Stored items
##############################

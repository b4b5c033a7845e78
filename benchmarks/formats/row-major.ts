/** Arrays stored column by column (Fortran, MATLAB) into row-major order. */

// Two blocks of 32 by 32 doubles fit the first-level cache.
const block = 32;

/**
 * Turns values stored in Fortran order (first axis fastest) into row-major order (last axis fastest).
 *
 * @param values as stored, as many as the product of the shape
 * @param shape lengths of the axes, first axis first
 * @returns the same array where the orders agree (up to one axis), else a new one
 * @throws RangeError where the number of values differs from the shape's product
 * @example undoFortranOrder(Float64Array.of(1, 3, 2, 4), [2, 2]) // 1, 2, 3, 4
 * @see https://numpy.org/doc/stable/glossary.html#term-Fortran-order
 */
export function undoFortranOrder(values: Float64Array, shape: readonly number[]): Float64Array {
  const count = shape.reduce((product, length) => product * length, 1);
  if (count !== values.length)
    throw new RangeError(`${values.length} values do not fill a shape of ${count}`);
  if (shape.length < 2 || count === 0) return values;
  const [first, ...rest] = shape;
  const restCount = count / first;
  const rows = new Float64Array(count);
  transpose(values, restCount, first, rows);
  if (rest.length < 2) return rows;
  for (let i = 0; i < first; i++) {
    const row = rows.subarray(i * restCount, (i + 1) * restCount);
    row.set(undoFortranOrder(row, rest));
  }
  return rows;
}

/** out[j][i] = values[i][j], by blocks so that neither side is read across the whole memory. */
function transpose(values: Float64Array, rowCount: number, columnCount: number, out: Float64Array): void {
  for (let i0 = 0; i0 < rowCount; i0 += block) {
    const i1 = Math.min(i0 + block, rowCount);
    for (let j0 = 0; j0 < columnCount; j0 += block) {
      const j1 = Math.min(j0 + block, columnCount);
      for (let i = i0; i < i1; i++) {
        for (let j = j0; j < j1; j++) out[j * rowCount + i] = values[i * columnCount + j];
      }
    }
  }
}
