/** What a result file holds, whatever its format, and the limits that every reader is given. */

/**
 * One array of a result file, in row-major order whatever the file's own order was.
 *
 * @example const array: FieldArray = { shape: [3], values: Float64Array.of(1, 2, 3), imaginary: null, numberType: "float64", isFortranOrder: false }
 */
export interface FieldArray {
  /** Lengths of the axes, slowest first; empty for a single number. */
  shape: number[];
  /** Real parts, row-major. */
  values: Float64Array;
  /** Imaginary parts of complex numbers; null for real ones. */
  imaginary: Float64Array | null;
  /** As stored: `float64`, `float32`, `complex128`, `complex64`, `int32`, `int64`, or `text` for a table. */
  numberType: string;
  /** The file was stored column-major. Already undone. */
  isFortranOrder: boolean;
}

/**
 * The arrays of one result file by name.
 *
 * @example readFieldFile("n64.npy", bytes).arrays.get("u")
 */
export interface FieldFile {
  format: "npy" | "npz" | "csv";
  /** Named arrays as found: u, v, ..., x, y, t; the array of a bare NPY file is "u". */
  arrays: Map<string, FieldArray>;
}

/**
 * What a reader may allocate, checked before it does.
 *
 * @example const limits: ReadLimits = { ...defaultLimits, maxBytes: 2 ** 20 }
 */
export interface ReadLimits {
  /** Bytes of the file as sent. */
  maxBytes: number;
  /** Bytes of all its arrays once unpacked, counted as stored and again in double precision. */
  maxUnpackedBytes: number;
  /** Values of one array, all its output times together. The scorer holds the nodes of one time to its own limit. */
  maxNodes: number;
}

/**
 * Limits of an ordinary submission: 64 MiB a file, 256 MiB unpacked, 2^24 values an array.
 *
 * @example readFieldFile("n64.npy", bytes, defaultLimits)
 */
export const defaultLimits: ReadLimits = {
  maxBytes: 64 * 2 ** 20,
  maxUnpackedBytes: 256 * 2 ** 20,
  maxNodes: 2 ** 24,
};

##############################

(WHAT TO DO) Match on "function" and copy out every line of the entries that contains it.

(RESULT)
export function undoFortranOrder(values: Float64Array, shape: readonly number[]): Float64Array {
function transpose(values: Float64Array, rowCount: number, columnCount: number, out: Float64Array): void {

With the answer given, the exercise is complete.